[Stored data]
=======

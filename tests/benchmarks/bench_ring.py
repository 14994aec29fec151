"""The symbolic and the compiled transfer matrix of Ember-I (invented): times, and ratios to a plain script.

    python tests/benchmarks/bench_ring.py

The plain script knows the tables of its one model by heart and assembles T with NumPy; it stands for what one
writes by hand, after the algebra has been done.
"""

from __future__ import annotations

import sys
from pathlib import Path
from time import perf_counter

import numpy as np

sys.path.insert(0, str(Path(__file__).parents[2] / "src"))

from plain_script import plain_matrices, plain_tables, timed

import haarloom as hl

POINTS = 1000


def cold_symbolic(cutoff: int) -> float:
    """The first symbolic matrix of a model, with nothing of it cached."""
    G = hl.SU(3)
    model = hl.RingModel(hl.heat_kernel(G, "t"), hl.static_fermions(G, "z"))
    start = perf_counter()
    assert model.transfer_matrix(cutoff).matrix.shape[0] == len(G.irreps(cutoff))
    return perf_counter() - start


def main() -> None:
    symbolic = cold_symbolic(6)
    G = hl.SU(3)
    model = hl.RingModel(hl.heat_kernel(G, "t"), hl.static_fermions(G, "z"))
    rng = np.random.default_rng(3)
    t, z = rng.uniform(0.5, 2, POINTS), rng.uniform(0, 1, POINTS)
    T = model.transfer_matrix(8)
    tables = plain_tables(8)
    assert np.allclose(T.numeric(t=t, z=z), plain_matrices(tables, t, z), rtol=1e-13, atol=1e-18)
    ours = timed(lambda: T.numeric(t=t, z=z), 9) / POINTS
    plain = timed(lambda: plain_matrices(tables, t, z), 9) / POINTS
    single = timed(lambda: T.numeric(t=1.0, z=0.3), 30)
    print(f"{'job':58} {'time':>12} {'aim':>10} {'ratio to plain script':>22}")
    rows = [
        ("symbolic T, cutoff 6 (28 irreps), first time", f"{symbolic * 1e3:.0f} ms", "1 s", "-"),
        (
            f"T.numeric, cutoff 8 (45 irreps), a point of {POINTS}",
            f"{ours * 1e6:.1f} µs",
            "100 µs",
            f"{ours / plain:.2f}",
        ),
        ("T.numeric, cutoff 8, one point alone", f"{single * 1e6:.0f} µs", "-", "-"),
        (f"plain NumPy script, a point of {POINTS}", f"{plain * 1e6:.1f} µs", "-", "1"),
    ]
    for job, time, aim, ratio in rows:
        print(f"{job:58} {time:>12} {aim:>10} {ratio:>22}")


if __name__ == "__main__":
    main()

=======

#### TASK DIRECTIONS:
Report each line in the data that holds the word "from".

#### THE COMPLETED TASK:
from __future__ import annotations
from pathlib import Path
from time import perf_counter
from plain_script import plain_matrices, plain_tables, timed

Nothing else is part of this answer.